Description of the task :: Looking at the listing below, retype exactly the lines starting at the one containing "if let Some(first)" and ending at the one containing "let mut value", both included, and nothing else.

Entries provided ::
//! The combined share: least variance, with what the methods share.

use dewledger_quantities::{Pressure, Quantity, Ratio, Sentence, Share};

use super::methods::{Corners, Method, MethodKind, methods};
use super::{OutdoorShare, SHARE};
use crate::doubt::terms;
use crate::given::{Given, Moved};
use crate::least_variance::solve;
use crate::outcome::{Figure, Note, Outcome, Role};

/// Beyond this a method does not fit the mean.
const DOES_NOT_FIT: f64 = 2.0;

/// The combined share; none where the ± of the readings are not all known, or only one method is left. Weights are found
/// once and kept while the readings are moved.
pub(super) fn combine(
    check: &OutdoorShare,
    given: &Given,
    here: Pressure,
    usable: &[Method],
    outcome: &mut Outcome,
) -> Option<Share> {
    let combined: Vec<&Method> = usable.iter().filter(|method| !method.kind.derived).collect();
    if combined.len() < 2 {
        return None;
    }
    let kept: Option<Vec<f64>> =
        combined.iter().map(|method| given.kept(&weight_key(method.kind))).collect();
    let weights = match kept {
        Some(weights) => weights,
        None => {
            let covariance = covariance(check, given, here, &combined)?;
            let weights = weights(&covariance)?;
            for ((method, weight), z) in
                combined.iter().zip(&weights).zip(consistency(&covariance, &weights, &combined))
            {
                outcome.kept.insert(weight_key(method.kind), *weight);
                outcome.kept.insert(z_key(method.kind), z);
            }
            weights
        }
    };
    let mean =
        combined.iter().zip(&weights).map(|(method, weight)| weight * method.share.si()).sum();
    for (method, weight) in combined.iter().zip(&weights) {
        outcome.push(
            Figure::new(
                format!("weight_{}", method.kind.key),
                format!("Weight of {}", method.kind.label.to_lowercase()),
                Share::from_si(*weight).amount(),
                SHARE,
            )
            .role(Role::Detail),
        );
        let z = outcome
            .kept
            .get(&z_key(method.kind))
            .copied()
            .or_else(|| given.kept(&z_key(method.kind)));
        if let Some(z) = z {
            fits(method.kind, z, outcome);
        }
    }
    Some(Share::from_si(mean))
}

fn fits(kind: &'static MethodKind, z: f64, outcome: &mut Outcome) {
    outcome.push(
        Figure::new(
            format!("z_{}", kind.key),
            format!("{} off the mean, in its own spread", kind.label),
            Ratio::from_si(z).amount(),
            SHARE,
        )
        .role(Role::Detail),
    );
    if z.abs() > DOES_NOT_FIT {
        outcome.notes.push(
            Note::unusual(
                format!("{}_does_not_fit", kind.key),
                "mixed.dry_bulb",
                Sentence::new("The share by {w0} does not fit the others.").word(kind.name),
            )
            .because(Sentence::new("With two methods neither can be told from the other. Take the mixed air again, by more points.")),
        );
    }
}

fn weight_key(kind: &MethodKind) -> String {
    format!("weight.{}", kind.key)
}

fn z_key(kind: &MethodKind) -> String {
    format!("z.{}", kind.key)
}

/// Covariance of the shares from every source of doubt; none where a reading's ± is not known.
fn covariance(
    check: &OutdoorShare,
    given: &Given,
    here: Pressure,
    combined: &[&Method],
) -> Option<Vec<Vec<f64>>> {
    let known = given.readings().all(|(key, reading)| {
        reading.half_width_si.is_some() || key.starts_with("pressure.") || key.ends_with("density")
    });
    if !known {
        return None;
    }
    let shares = |given: &Given| -> Option<Vec<f64>> {
        let corners = Corners::read(given, here).ok()?;
        let found = methods(given, here, &corners).ok()?;
        combined
            .iter()
            .map(|method| {
                let same = found.iter().find(|other| std::ptr::eq(other.kind, method.kind))?;
                Some(same.share.si())
            })
            .collect()
    };
    let mut covariance = vec![vec![0.0; combined.len()]; combined.len()];
    for term in terms(check, given) {
        let side = |sign: f64| {
            let moves: Vec<(Moved, f64)> =
                term.moves.iter().map(|(what, by)| (what.clone(), sign * by)).collect();
            shares(&given.moved(&moves))
        };
        let middle: Vec<f64> = combined.iter().map(|method| method.share.si()).collect();
        let effect: Vec<f64> = match (side(1.0), side(-1.0)) {
            (Some(up), Some(down)) => {
                up.iter().zip(&down).map(|(up, down)| 0.5 * (up - down)).collect()
            }
            (Some(up), None) => up.iter().zip(&middle).map(|(up, middle)| up - middle).collect(),
            (None, Some(down)) => {
                middle.iter().zip(&down).map(|(middle, down)| middle - down).collect()
            }
            (None, None) => continue,
        };
        for (row, one) in covariance.iter_mut().zip(&effect) {
            for (cell, other) in row.iter_mut().zip(&effect) {
                *cell += one * other;
            }
        }
    }
    Some(covariance)
}

/// Weights of least variance, `w = C^-1 1 / (1' C^-1 1)`; a method of negative weight is dropped and the rest weighed anew.
fn weights(covariance: &[Vec<f64>]) -> Option<Vec<f64>> {
    let mut left: Vec<usize> = (0..covariance.len()).collect();
    loop {
        let matrix: Vec<Vec<f64>> = left
            .iter()
            .map(|row| left.iter().map(|column| covariance[*row][*column]).collect())
            .collect();
        let solved = solve(matrix, vec![1.0; left.len()])?;
        let sum: f64 = solved.iter().sum();
        let lowest = solved
            .iter()
            .enumerate()
            .min_by(|one, other| (one.1 / sum).total_cmp(&(other.1 / sum)))
            .map(|(index, value)| (index, value / sum))?;
        if lowest.1 < 0.0 && left.len() > 1 {
            left.remove(lowest.0);
            continue;
        }
        let mut weights = vec![0.0; covariance.len()];
        for (index, value) in left.iter().zip(&solved) {
            weights[*index] = value / sum;
        }
        return Some(weights);
    }
}

/// How far each method lies from the mean, over the spread of that distance.
fn consistency(covariance: &[Vec<f64>], weights: &[f64], combined: &[&Method]) -> Vec<f64> {
    let mean: f64 = combined.iter().zip(weights).map(|(method, w)| w * method.share.si()).sum();
    (0..combined.len())
        .map(|index| {
            let e = |other: usize| f64::from(u8::from(other == index)) - weights[other];
            let variance: f64 = (0..combined.len())
                .flat_map(|row| (0..combined.len()).map(move |column| (row, column)))
                .map(|(row, column)| e(row) * covariance[row][column] * e(column))
                .sum();
            if variance > 0.0 { (combined[index].share.si() - mean) / variance.sqrt() } else { 0.0 }
        })
        .collect()
}
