fn one(
    worked: &Worked,
    drawn: Option<&Drawn>,
    read: &Readout,
    typed: &TypedRequirement,
    units: &UnitChoice,
) -> StoredVerdict {
    let raw = || Words::of(&Sentence::new("{w0}").word(typed.value.text.trim().to_owned()));
    let figure = worked.outcome.figure(&typed.figure);
    let Some((figure, amount)) = figure.and_then(|figure| Some((figure, figure.amount?))) else {
        let why = Sentence::new("It waits for the result that it is about.");
        return unanswered(raw(), Some(why), Vec::new());
    };
    let requirement = match read_requirement(figure, amount.kind(), typed, units) {
        Ok(requirement) => requirement,
        Err(errors) => return unanswered(raw(), None, errors),
    };
    let asked = Words::of(&requirement.words);
    let conditions = match conditions(read, typed, units) {
        Ok(conditions) => conditions,
        Err(errors) => return unanswered(asked, None, errors),
    };
    if let Some(why) = conditions.differ {
        return unanswered(asked, Some(why), Vec::new());
    }
    let doubt = worked.doubts.get(typed.figure.as_str()).cloned().unwrap_or_default();
    let sign = if flipped(figure) { -1.0 } else { 1.0 };
    let value = sign * amount.si();
    let sorted = drawn.and_then(|drawn| drawn.sorted.get(&typed.figure)).map(|sorted| {
        let mut sorted: Vec<f64> = sorted.iter().map(|si| sign * si).collect();
        sorted.sort_by(f64::total_cmp);
        sorted
    });
    let share = share(&requirement, value, amount.kind(), conditions.agree);
    let Some(verdict) =
        judge(value, &doubt, sorted.as_deref(), requirement.asked, requirement.risk)
    else {
        let mut stored =
            unanswered(asked, Some(why_no_answer(&doubt, drawn.is_some())), Vec::new());
        stored.share = share.as_ref().map(Words::of);
        return stored;
    };
    StoredVerdict {
        asked,
        answer: Some(answer_id(verdict.answer).to_owned()),
        says: Some(Words::of(&says(&verdict, &requirement, value, amount.kind(), &doubt))),
        met: Some(verdict.met),
        decides: decides(verdict.decides.as_ref()).iter().map(Words::of).collect(),
        share: share.as_ref().map(Words::of),
        why_not: None,
        errors: Vec::new(),
    }
}

fn why_no_answer(doubt: &Doubt, drawn: bool) -> Sentence {
    if let Some(first) = doubt.unknown.first() {
        return Sentence::new(
            "Its ± is not known: say what was used for {w0}, or type a ± beside it.",
        )
        .word(first.clone());
    }
    if doubt.wants_draws && !drawn {
        return Sentence::new("Its ± is being worked out.");
    }
    if doubt.wants_draws {
        return Sentence::new("No interval can be given for it, so nothing can be told.");
    }
    Sentence::new("No reading that it depends on carries a ±: say what each was read with.")
}

fn answer_id(answer: Answer) -> &'static str {
    match answer {
        Answer::Meets => "meets",
        Answer::FallsShort => "falls_short",
        Answer::GoesOver => "goes_over",
        Answer::CannotBeTold => "cannot_be_told",
    }
}

fn word(answer: &str) -> &'static str {
    match answer {
        "meets" => "Meets",
        "falls_short" => "Falls short",
        "goes_over" => "Goes over",
        _ => "Cannot be told with these readings",
    }
}

/// Reads what is asked, in the words and the sign of the figure as it stands.
fn read_requirement(
    figure: &Figure,
    kind: Kind,
    typed: &TypedRequirement,
    units: &UnitChoice,
) -> Result<ReadRequirement, Vec<FieldError>> {
    let mut errors = Vec::new();
    let mut wrong = |field: &str, says: String| {
        errors.push(FieldError { field: field.to_owned(), says });
    };
    let mut value = |field: &str, typed: &TypedValue| -> Option<Amount> {
        match read(kind, &typed.text, unit(kind, typed, units)) {
            Ok(Entry::Read(number)) => Some(number.amount),
            Ok(Entry::NotRead) => {
                wrong(field, "Type the figure that is asked for.".to_owned());
                None
            }
            Err(error) => {
                wrong(field, error.to_string());
                None
            }
        }
    };
    let first = value("value", &typed.value);
    let second = (typed.direction == "between").then(|| value("other", &typed.other)).flatten();
    let mut width = |field: &str, typed: &TypedValue| -> Option<f64> {
        let nominal = first.map_or(0.0, |amount| amount.si().abs());
        match read_plus_minus(kind, &typed.text, unit(kind, typed, units)) {
            Ok(Some(PlusMinus::Absolute(width))) => Some(width),
            Ok(Some(PlusMinus::Relative(share))) => Some(share * nominal),
            Ok(None) => None,
            Err(error) => {
                wrong(field, error.to_string());
                None
            }
        }
    };
    let tolerance = if typed.direction == "within" { width("other", &typed.other) } else { None };
    let own_si = width("plus_minus", &typed.plus_minus);
    let risk = match number(&typed.risk) {
        Ok(None) => USUAL_RISK,
        Ok(Some(risk)) if risk > 0.0 && risk < 50.0 => risk / 100.0,
        Ok(Some(_)) => {
            wrong("risk", "The risk lies between 0 and 50 %.".to_owned());
            USUAL_RISK
        }
        Err(says) => {
            wrong("risk", says);
            USUAL_RISK
        }
    };
    if typed.direction == "within" && tolerance.is_none() {
        wrong("other", "Type how far the figure may be missed.".to_owned());
    }
    if let (Some(low), Some(high)) = (first, second)
        && low.si() >= high.si()
    {
        wrong("other", "The upper limit must lie above the lower one.".to_owned());
    }
    let Some(first) = first.filter(|_| errors.is_empty()) else { return Err(errors) };
    let source = typed.source.trim();
    let name = label(figure);
    let words = |template: &'static str| {
        let template =
            if source.is_empty() { template.to_owned() } else { format!("{template}, by {{w1}}") };
        Sentence::new(template).word(name.clone()).word(source.to_owned())
    };
    let (asked, words) = match (typed.direction.as_str(), second, tolerance) {
        ("between", Some(second), _) => (
            Asked::Between(first.si(), second.si()),
            words("{w0}: between {0} and {1}").with(first).with(second),
        ),
        ("within", _, Some(tolerance)) => (
            Asked::Between(first.si() - tolerance, first.si() + tolerance),
            words("{w0}: {0} within ± {1}")
                .with(first)
                .with(Amount::new(kind.difference(), tolerance)),
        ),
        ("at_most", ..) => (Asked::AtMost(first.si()), words("{w0}: at most {0}").with(first)),
        _ => (Asked::AtLeast(first.si()), words("{w0}: at least {0}").with(first)),
    };
    let nominal = typed.direction == "within";
    Ok(ReadRequirement { asked, risk, own_si, nominal_si: first.si(), nominal, words })
}
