def test_one_degree_of_freedom_leaves_no_external_residual():
    """With one residual degree of freedom nothing is left without the row: NaN, no fault."""
    model = Fitted({"x": [1.0, 2, 4], "y": [1.0, 3, 2]})
    assert np.isnan(model.influence.external).all()
    assert np.isnan(model.influence.dffits).all()
    np.testing.assert_allclose(np.abs(model.influence.internal), 1.0, rtol=1e-12)


def test_the_mean_alone():
    """Without predictors there is no slope that could change, and none is named."""
    model = Fitted({"y": TINY["y"]})
    found = model.without(range(6))
    assert found.column.tolist() == [-1] * 6
    assert found.change_coefficient.tolist() == [0.0] * 6
    assert found.estimates.shape == (6, 0)
    assert model.influence.largest_dfbetas.tolist() == [0.0] * 6
    np.testing.assert_allclose(found.change_r_squared, 0.0, atol=1e-15)


def test_a_row_without_which_the_outcome_is_constant():
    """Where nothing is left to explain, R² does not change rather than being 0/0."""
    model = Fitted({"x": [1.0, 2, 3, 5, 4], "y": [1.0, 1, 1, 1, 2]})
    found = model.without([4])
    assert found.change_r_squared.tolist() == [0.0]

Answer to this task ::
    if let Some(first) = doubt.unknown.first() {
        return Sentence::new(
            "Its ± is not known: say what was used for {w0}, or type a ± beside it.",
        )
        .word(first.clone());
    }
    if doubt.wants_draws && !drawn {
        return Sentence::new("Its ± is being worked out.");
    }
    if doubt.wants_draws {
        return Sentence::new("No interval can be given for it, so nothing can be told.");
    }
    Sentence::new("No reading that it depends on carries a ±: say what each was read with.")
}

fn answer_id(answer: Answer) -> &'static str {
    match answer {
        Answer::Meets => "meets",
        Answer::FallsShort => "falls_short",
        Answer::GoesOver => "goes_over",
        Answer::CannotBeTold => "cannot_be_told",
    }
}

fn word(answer: &str) -> &'static str {
    match answer {
        "meets" => "Meets",
        "falls_short" => "Falls short",
        "goes_over" => "Goes over",
        _ => "Cannot be told with these readings",
    }
}

/// Reads what is asked, in the words and the sign of the figure as it stands.
fn read_requirement(
    figure: &Figure,
    kind: Kind,
    typed: &TypedRequirement,
    units: &UnitChoice,
) -> Result<ReadRequirement, Vec<FieldError>> {
    let mut errors = Vec::new();
    let mut wrong = |field: &str, says: String| {
        errors.push(FieldError { field: field.to_owned(), says });
    };
    let mut value = |field: &str, typed: &TypedValue| -> Option<Amount> {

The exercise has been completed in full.